If it improves on the previous version as much as the other STM lenses I might just pick one up. Imagine carrying just the 10-18mm and this lens and all the options it would cover - as long as speed or image quality didn't need to be exemplary.


----------



## Lee Jay (Jan 12, 2015)

All these lenses need to start at 15mm Canon! Even most of your compacts start at 24mm-equivalent, why not your much more expensive SLRs?


----------



## Maximilian (Jan 12, 2015)

EF-S 18-300 f/3.5-5.6 IS STM

Hm... I am always puzzled, if people who need/want such an "one for all" lens better should buy a good bridge camera.
But such lenses get sold.


----------



## Lee Jay (Jan 12, 2015)

Maximilian said:


> EF-S 18-300 f/3.5-5.6 IS STM
> 
> Hm... I am always puzzled, if people who need/want such an "one for all" lens better should buy a good bridge camera.
> But such lenses get sold.



Not many bridge cameras with APS-c sensors and for which you can quickly exchange the range for, say, a 10mm fisheye, a 600/4, or an 85/1.2.


----------



## Slyham (Jan 12, 2015)

Depending on the cost and IQ, I will sell my 18-135 STM and pick this one up for my all-around/travel lens.


----------



## Maximilian (Jan 12, 2015)

Lee Jay said:


> Maximilian said:
> 
> 
> > EF-S 18-300 f/3.5-5.6 IS STM
> ...


Yeah, right! 
But how many 18-300 owners might also own/lend/use a 10mm fisheye or a 600/4?
And how many 10mm fisheye and 600/4 owners need/want a 18-300?
Honestly? ???


----------



## Lee Jay (Jan 12, 2015)

Maximilian said:


> Lee Jay said:
> 
> 
> > Maximilian said:
> ...



An 18-300 style lens can be very useful as a video lens or as an all-in-one travel lens when you can't take the big stuff with you, such as on a hike, rock climb, or in a canoe or kayak.


----------



## RustyTheGeek (Jan 12, 2015)

I think the bigger and more appropriate question is...
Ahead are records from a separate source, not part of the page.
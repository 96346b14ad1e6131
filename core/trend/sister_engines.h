// SPDX-License-Identifier: GPL-3.0-or-later
#pragma once

#include "core/trend/judgement.h"

#include <memory>
#include <optional>
#include <span>
#include <string>
#include <vector>

/// Engines of one kind against each other, each at its own power against its own baseline: the drift method with an
/// engine in the place of a cylinder. What all sisters share (fuel bought together, a common way of reading) leaves
/// with the common part; what one engine does alone stays.
namespace evenstroke {

/// Same cycle, cylinders, bore, stroke, rated power and speed (half a per cent).
bool are_sisters(const Engine& a, const Engine& b);

/// How many engines it takes before one of them can be judged against the others: three others.
inline constexpr std::size_t fewest_sisters_to_judge = 4;

struct SisterCell
{
    std::optional<double> deviation; ///< median of the last three usable, the deviation's unit
    std::optional<double> apart;     ///< the same minus the median of the sisters'
};

/// One quantity over the sisters.
struct SisterRow
{
    QuantityId quantity = 0;
    bool over_cylinders = false; ///< the mean over the cylinders
    bool percent = false;        ///< of the baseline
    double usual = 0.0;          ///< apart within which a sound engine stays, 95 of 100 (common practice: two of the usual scatter)
    std::vector<SisterCell> cells; ///< one an engine
};

struct SisterFlag
{
    std::size_t engine = 0;
    Level level = Level::watch; ///< watch, act or ask, when it started
    bool standing = false;
    TimePoint flagged_at{};     ///< end of the month whose readings first passed the threshold
    double evidence = 0.0;
    std::string sentence;
};

struct SisterComparison
{
    std::vector<SisterRow> rows;   ///< walking order; only quantities that two engines are read for
    std::vector<SisterFlag> flags; ///< in order of their start; empty with fewer than four engines
    double threshold = 0.0;
    bool judged = false;           ///< enough engines
};

/// @param engines sisters, in the order of the cells; null ones count as not read
SisterComparison compare_sisters(std::span<const std::shared_ptr<const Judgement>> engines);

} // namespace evenstroke
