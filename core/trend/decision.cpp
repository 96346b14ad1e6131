// SPDX-License-Identifier: GPL-3.0-or-later
#include "core/trend/decision.h"

#include <algorithm>
#include <cmath>

namespace evenstroke::drift {

Thresholds thresholds_for(std::size_t cylinder_quantities, std::size_t engine_quantities)
{
    // Simulated (bench_drift): 5 more quantities a cylinder and 6 more of the engine leave the rate of false
    // flags where it was, when the square of a threshold grows by a constant times the log of the number of
    // candidates, and 2 more may stay unexplained for each quantity that F adds up.
    constexpr std::size_t usual_of_cylinder = 7, usual_of_engine = 10;
    constexpr double candidates_of_cylinder = 10.0, candidates_of_engine = 12.0;
    const auto more = [](std::size_t quantities, std::size_t usual) {
        return quantities > usual ? static_cast<double>(quantities - usual) : 0.0;
    };
    const double more_of_cylinder = more(cylinder_quantities, usual_of_cylinder);
    const double more_of_engine = more(engine_quantities, usual_of_engine);
    Thresholds thresholds;
    thresholds.cylinder = std::sqrt(thresholds.cylinder * thresholds.cylinder +
                                    2.0 * std::log1p(more_of_cylinder / candidates_of_cylinder));
    thresholds.engine = std::sqrt(thresholds.engine * thresholds.engine +
                                  4.0 * std::log1p(more_of_engine / candidates_of_engine));
    thresholds.ask_constant =
        std::max(9.0, thresholds.ask_constant + 2.0 * (static_cast<double>(cylinder_quantities) -
                                                       static_cast<double>(usual_of_cylinder)));
    return thresholds;
}

void CylinderDecision::recorded_work(std::size_t reading)
{
    start_ = supposed_ = reading;
    last_drift_.reset();
    no_work_ = false;
}

void CylinderDecision::answer(bool work_was_done)
{
    if (work_was_done)
        start_ = supposed_;
    supposed_ = start_;
    no_work_ = !work_was_done;
}

void CylinderDecision::accept_level(std::size_t onset)
{
    start_ = supposed_ = std::max(onset, start_);
    no_work_ = false;
}

CylinderDecision::Outcome CylinderDecision::decide(std::size_t reading, const ScanResult& from_start,
                                                   const ScanResult* from_supposed_work,
                                                   const Thresholds& thresholds)
{
    const auto passes = [&](const ScanResult& result) {
        return result.possible && result.evidence > thresholds.cylinder;
    };
    const auto unexplained = [](const ScanResult& result) {
        return result.any_change - result.strength * result.strength;
    };
    const bool open = question_open() && from_supposed_work;
    const double patience = open ? 0.5 : 1.0; // with a question open, its onset is known to be suspect
    if (passes(from_start) &&
        (no_work_ || unexplained(from_start) <= patience * thresholds.ask(from_start.strength)))
        return Outcome::drift_from_start;
    if (open && passes(*from_supposed_work) &&
        unexplained(*from_supposed_work) <= thresholds.ask(from_supposed_work->strength))
        return Outcome::drift_from_supposed_work;
    if (!was_quiet(reading))
        return Outcome::nothing;
    const ScanResult& asked = open ? *from_supposed_work : from_start;
    if (!passes(asked))
        return Outcome::nothing;
    supposed_ = std::max(asked.any_change_onset, start_);
    return Outcome::question;
}

void FlagBook::carry(std::size_t reading, std::optional<std::size_t> cylinder, Level level,
                     const Flag::View& view, bool starts)
{
    if (starts || !open_) {
        close();
        Flag flag;
        flag.reading = reading;
        flag.cylinder = cylinder;
        flag.level = level;
        flag.at_start = view;
        open_ = flags_->size();
        flags_->push_back(std::move(flag));
    }
    Flag& flag = (*flags_)[*open_];
    flag.last_reading = reading;
    flag.now = view;
    flag.active = true;
    const Level before = flag.escalations.empty() ? flag.level : flag.escalations.back().level;
    if (level == Level::act && before == Level::watch)
        flag.escalations.push_back({reading, level});
}

void FlagBook::close()
{
    if (open_)
        (*flags_)[*open_].active = false;
    open_.reset();
}

void FlagBook::keep_as_lasting()
{
    (*flags_)[*open_].lasting_level = true;
    lasting_.push_back(*open_);
    open_.reset();
}

void FlagBook::close_all()
{
    close();
    for (const std::size_t lasting : lasting_)
        (*flags_)[lasting].active = false;
    lasting_.clear();
}

} // namespace evenstroke::drift
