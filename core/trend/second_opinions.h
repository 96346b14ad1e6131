// SPDX-License-Identifier: GPL-3.0-or-later
#pragma once

#include "core/trend/fixed_limits.h"
#include "core/trend/robust_slope.h"

/// What well-known rules would have said of one trend, to be shown beside the flags. They raise nothing: on readings of
/// ships they either speak without cause or come late (the figures are in core/trend/drift.h's simulations).
namespace evenstroke {

struct SecondOpinions
{
    std::optional<FixedLimitOpinion> fixed;
    std::size_t values = 0; ///< usable ones since the last work
    std::optional<drift::RobustSlope> slope; ///< a month, 95 %
    std::optional<drift::MannKendall> order;
    bool charted = false; ///< enough values for the two charts
    std::optional<std::size_t> ewma_alarm, cusum_alarm; ///< reading at which the chart would first have spoken
};

/// Weight λ and factor of the EWMA chart, slack and decision limit of the CUSUM in standard deviations: customary choices
/// of the NIST/SEMATECH e-Handbook. Both take the mean of the first six values since the last work as their target and
/// the engine's own scatter.
inline constexpr double ewma_weight = 0.3, ewma_factor = 3.0, cusum_slack = 0.5, cusum_decision = 5.0;
inline constexpr std::size_t values_of_reference = 6;

/// Of `apart` for a cylinder, of the deviation for the engine, since the last work.
SecondOpinions second_opinions(const Judgement& judgement, QuantityId quantity, Place place);

} // namespace evenstroke
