// SPDX-License-Identifier: GPL-3.0-or-later
#pragma once

#include "core/trend/drift.h"
#include "core/trend/judgement.h"

/// Brings what the drift method found back to quantities, places and words.
namespace evenstroke {

/// The typing check's doubts, and values outside their hard range that it did not look at.
void add_doubts(Judgement& judgement, const drift::Output& output);
void add_evidence(Judgement& judgement, const drift::Output& output);
void add_flags(Judgement& judgement, const drift::Input& input, const drift::Output& output);

/// Doubts of one reading in the judgement's terms.
/// @param reading the reading that the drift doubts speak of
std::vector<Doubt> translate_doubts(const Engine& engine, const Reading& reading, const std::vector<drift::Doubt>& doubts);

/// The quantity a name of the drift method means: "maximum_pressure", "median exhaust_temperature".
QuantityId drift_quantity(std::string_view name);

} // namespace evenstroke
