// SPDX-License-Identifier: GPL-3.0-or-later
#pragma once

#include "core/trend/drift.h"
#include "core/trend/scan.h"

#include <cstddef>
#include <optional>
#include <vector>

/// From evidence to a flag, a question, or nothing.
///
/// A fault moves one quantity, or the few of its signature. Work that nobody wrote down moves all quantities
/// of a cylinder at once in no particular direction: then the best single explanation leaves much of the
/// whole change unexplained, and the engineer is asked before anybody is alarmed.
namespace evenstroke::drift {

inline constexpr std::size_t quiet_readings = 6;          ///< without drift, before a flag may start again
inline constexpr std::size_t lasting_after_readings = 12; ///< a step so long open is the new level

/// Thresholds for the set of quantities in use.
struct Thresholds
{
    double cylinder = 5.0, engine = 5.4, note = 4.0, act_above = 2.0;
    double ask_constant = 17.0, ask_slope = 0.1;
    /// How much may stay unexplained beside evidence S before it looks like work.
    double ask(double evidence) const { return ask_constant + ask_slope * evidence * evidence; }
};
/// @param cylinder_quantities, engine_quantities of the scan. More candidates find something by chance more
/// often, so the thresholds rise with them.
Thresholds thresholds_for(std::size_t cylinder_quantities, std::size_t engine_quantities);

/// One cylinder's state between readings.
class CylinderDecision
{
public:
    enum class Outcome { nothing, drift_from_start, drift_from_supposed_work, question };

    void recorded_work(std::size_t reading);
    void answer(bool work_was_done);
    /// @param from_start        scan since the recorded work
    /// @param from_supposed_work scan since the supposed one, while a question is open
    Outcome decide(std::size_t reading, const ScanResult& from_start, const ScanResult* from_supposed_work,
                   const Thresholds& thresholds);
    /// The step of a flag is taken as the new level.
    void accept_level(std::size_t onset);

    std::size_t start() const { return start_; }       ///< after recorded work, or an accepted level
    std::size_t supposed() const { return supposed_; } ///< after supposed work; >= start
    bool question_open() const { return supposed_ > start_; }
    /// A drift at this reading would start a flag of its own.
    bool was_quiet(std::size_t reading) const
    {
        return !last_drift_ || reading - *last_drift_ > quiet_readings;
    }
    void note_drift(std::size_t reading) { last_drift_ = reading; }

private:
    std::size_t start_ = 0, supposed_ = 0;
    std::optional<std::size_t> last_drift_;
    bool no_work_ = false; ///< the engineer said so: this segment is not asked about again
};

/// Keeps the list of flags: starts, carries on, escalates and closes them.
class FlagBook
{
public:
    explicit FlagBook(std::vector<Flag>& flags) : flags_(&flags) {}

    /// A drift or question at a reading. Starts a flag if none is open.
    void carry(std::size_t reading, std::optional<std::size_t> cylinder, Level level, const Flag::View& view,
               bool starts);
    void close();
    /// The open flag stays on the list, but a new one may start.
    void keep_as_lasting();
    /// Recorded work ends them all.
    void close_all();
    Flag* open() { return open_ ? &(*flags_)[*open_] : nullptr; }

private:
    std::vector<Flag>* flags_;
    std::optional<std::size_t> open_;
    std::vector<std::size_t> lasting_;
};

} // namespace evenstroke::drift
Will this Canon lens compete with and surpass the ever popular *Tamron 16-300 SuperZoom*? 

http://dustinabbott.net/2014/08/tamron-16-300mm-vc-pzd-review/


----------



## ajfotofilmagem (Jan 12, 2015)

There is not a lens for me. But I know some people who want to travel with a single lens that allows you to see the Statue of Liberty, whole and then and do the detail of a pigeon perched on the head of the statue.
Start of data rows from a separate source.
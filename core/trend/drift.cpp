// SPDX-License-Identifier: GPL-3.0-or-later
#include "core/trend/drift.h"

#include "core/trend/drift_run.h"

#include <cmath>

namespace evenstroke::drift {

std::string_view verdict_name(Verdict verdict)
{
    switch (verdict) {
    case Verdict::decimal_slip:
        return "decimal_slip";
    case Verdict::digits_swapped:
        return "digits_swapped";
    case Verdict::unit_slip:
        return "unit_slip";
    case Verdict::cylinders_swapped:
        return "cylinders_swapped";
    case Verdict::implausible:
        return "implausible";
    case Verdict::copied:
        return "copied";
    case Verdict::unsteady:
        return "unsteady";
    }
    return "implausible";
}

Output judge(const Input& input)
{
    DriftRun run(input);
    for (std::size_t i = 0; i < input.readings(); ++i)
        run.take(i);
    return run.finish();
}

ReadingCheck check_last_reading(const Input& input)
{
    ReadingCheck check;
    if (input.readings() == 0)
        return check;
    DriftRun run(input);
    const std::size_t draft = input.readings() - 1;
    for (std::size_t i = 0; i < draft; ++i)
        run.take(i);
    const ReadingOpinion opinion = run.look_at(draft);
    for (const auto& row : opinion.cylinders) {
        check.cylinder_bands.emplace_back();
        for (const CellOpinion& cell : row)
            check.cylinder_bands.back().push_back(usual_band(cell));
    }
    for (const CellOpinion& cell : opinion.engine)
        check.engine_bands.push_back(cell.offset_count > 0 ? usual_band(cell) : std::nullopt);
    check.scatter = opinion.scatter;
    check.doubts = opinion.doubts;
    return check;
}

double years_by_chance(double evidence, std::size_t cylinders)
{
    // Fitted to rates measured on simulated sound engines; above evidence 5.1 the Gaussian tail is carried
    // on.
    const double rate = cylinders == 0 ? 0.122 * std::exp(-(evidence * evidence - 17.64) / 6.0)
                                       : 0.262 * static_cast<double>(cylinders) / 8.5 *
                                             std::exp(-(evidence * evidence - 16.81) / 3.5);
    constexpr double longest = 1000.0;
    const double years = 1.0 / rate;
    if (!(years < longest))
        return longest;
    if (years < 1.0)
        return std::round(years * 10.0) / 10.0;
    const double digit = years < 10.0 ? 0.1 : (years < 100.0 ? 1.0 : 10.0);
    return std::round(years / digit) * digit;
}

} // namespace evenstroke::drift
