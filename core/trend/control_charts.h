// SPDX-License-Identifier: GPL-3.0-or-later
#pragma once

#include <cstddef>
#include <optional>
#include <span>
#include <vector>

/// Two charts of statistical process control, as second opinions beside the scan. Values and limits in one unit.
namespace evenstroke::drift {

struct EwmaChart
{
    std::vector<double> path;          ///< one a value
    double low = 0.0, high = 0.0;      ///< steady-state limits
    std::optional<std::size_t> alarm;  ///< first value at which the path lies outside
};
/// Exponentially weighted mean: z_i = λ x_i + (1 - λ) z_(i-1), limits start ± factor σ √(λ / (2 - λ)).
/// @param weight λ, 0 < λ <= 1  @param start z_0, the mean of a process in control  @param sigma of one value, > 0
/// @return nothing where λ or σ are outside their range or a value is not finite
/// @par Source NIST/SEMATECH e-Handbook of Statistical Methods, 6.3.2.4; S. W. Roberts, Technometrics 1 (1959)
std::optional<EwmaChart> ewma_chart(std::span<const double> values, double weight, double start, double sigma, double factor);

struct CusumChart
{
    std::vector<double> upper, lower; ///< one a value, >= 0
    std::optional<std::size_t> alarm; ///< first value at which one of them exceeds the decision limit
};
/// Cumulative sums of what exceeds the target by more than the slack, either way.
/// @param slack k, @param decision h: in the values' unit, >= 0
/// @return nothing where slack or decision are negative or a value is not finite
/// @par Source NIST/SEMATECH e-Handbook of Statistical Methods, 6.3.2.3; E. S. Page, Biometrika 41 (1954)
std::optional<CusumChart> cusum_chart(std::span<const double> values, double target, double slack, double decision);

} // namespace evenstroke::drift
For video, it makes perfect sense to have a zoom of 16X.


----------



## jefflinde (Jan 12, 2015)

I think that those of you who are poo-pooing this lens and lenses like this forget that a large percent of DSLR camera owners only have the kit lenses. There are also those that may have a 600/F4 but don't want to carry all that with them when they go to the zoo with their kids/grand-kids. That is who this lens and the Tamron and sigma equivalent are for. Pro's were not who this was intended for. So to say this is a dumb lens and how many will buy it is very short sighted and ignorant. Pro's don't keep the DSLR market afloat, average Joe that buys a Txi and some kit lenses is who keeps it afloat. the same argument could be used for a $12K + 800mm lens. how many does canon sell in a year? 100? who would actually buy one? /s 

It is all what you want and need. Clearly Tamron/Sigma proved that there is a market for these lenes and Canon wants a piece of the pie.


----------



## RustyTheGeek (Jan 12, 2015)

I agree with *jefflinde*. I'm not a "Pro" per se but I shoot a LOT of images and like many on this forum, I probably _spend more_ than a "Pro" on gear. So it's not about money. The best tool for the job is what is needed at the time. That isn't always a Canon L lens.
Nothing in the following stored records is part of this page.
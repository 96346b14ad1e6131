// SPDX-License-Identifier: GPL-3.0-or-later
#include "core/trend/drift.h"

#include "core/trend/drift_run.h"

#include <cmath>

namespace evenstroke::drift {

std::string_view verdict_name(Verdict verdict)
{
    switch (verdict) {
    case Verdict::decimal_slip:
        return "decimal_slip";
    case Verdict::digits_swapped:
        return "digits_swapped";
    case Verdict::unit_slip:
        return "unit_slip";
    case Verdict::cylinders_swapped:
        return "cylinders_swapped";
    case Verdict::implausible:
        return "implausible";
    case Verdict::copied:
        return "copied";
    case Verdict::unsteady:
        return "unsteady";
    }
    return "implausible";
}

Output judge(const Input& input)
{
    DriftRun run(input);
    for (std::size_t i = 0; i < input.readings(); ++i)
        run.take(i);
    return run.finish();
}

ReadingCheck check_last_reading(const Input& input)
{
    ReadingCheck check;
    if (input.readings() == 0)
        return check;
    DriftRun run(input);
    const std::size_t draft = input.readings() - 1;
    for (std::size_t i = 0; i < draft; ++i)
        run.take(i);
    const ReadingOpinion opinion = run.look_at(draft);
    for (const auto& row : opinion.cylinders) {
        check.cylinder_bands.emplace_back();
        for (const CellOpinion& cell : row)
            check.cylinder_bands.back().push_back(usual_band(cell));
    }
    for (const CellOpinion& cell : opinion.engine)
        check.engine_bands.push_back(cell.offset_count > 0 ? usual_band(cell) : std::nullopt);
    check.scatter = opinion.scatter;
    check.doubts = opinion.doubts;
    return check;
}

double years_by_chance(double evidence, std::size_t cylinders)
{
    // Fitted to starts of flags on 500 simulated sound engines (2347 years, 7 cylinders on average, all work
    // recorded). A cylinder above evidence 4.7, 5.0, 5.3, 5.6, 6.0: 253, 138, 57, 28, 9; the engine level above
    // 4.8, 5.1, 5.4, 5.8, 6.2: 239, 142, 73, 31, 12. Beyond evidence 6.5 the form is carried on.
    const double squared = evidence * evidence;
    const double rate = cylinders == 0 ? 0.102 * std::exp(-(squared - 4.8 * 4.8) / 5.2)
                                       : 0.108 * static_cast<double>(cylinders) / 7.0 *
                                             std::exp(-(squared - 4.7 * 4.7) / 4.2);
    constexpr double longest = 1000.0;
    const double years = 1.0 / rate;
    if (!(years < longest))
        return longest;
    if (years < 1.0)
        return std::round(years * 10.0) / 10.0;
    const double digit = years < 10.0 ? 0.1 : (years < 100.0 ? 1.0 : 10.0);
    return std::round(years / digit) * digit;
}

} // namespace evenstroke::drift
I shoot many types of images at different types of events and venues. Sometimes, a superzoom like this is ideal and more than adequate for my needs, esp when I am at a dusty hot summer camp during the day and I am walking 10 - 20 miles all over the place all day long in the heat and the images are intended primarily for the web.

So for those who would dismiss this or other superzoom lenses, keep in mind that sometimes it's not always about the absolute best IQ, sometimes other factors will dictate what compromises are acceptable. And sometimes it pays to have a less expensive but versatile lens on a less expensive DSLR body to get decent images but be able to better absorb a loss in a high risk situation. Or not remove a lens repeatedly in a dirty environment.

Plus, I would rather be able to use a high quality DSLR camera with an All-In-One lens and shoot Full Frame or APS-C images in RAW than use a small sensor bridge camera in JPG that is an even bigger compromise in all aspects of the system.


----------



## Tripod (Jan 13, 2015)

I'm very much Rusty & jeff on this one. I bought this very lens for the convience it offers. 

I have the Tamron 16/300mm for about about 4 weeks now,( it was my Christmas present to myself  ) and it has not been off my 70D since and that included a two week trip to Spain. 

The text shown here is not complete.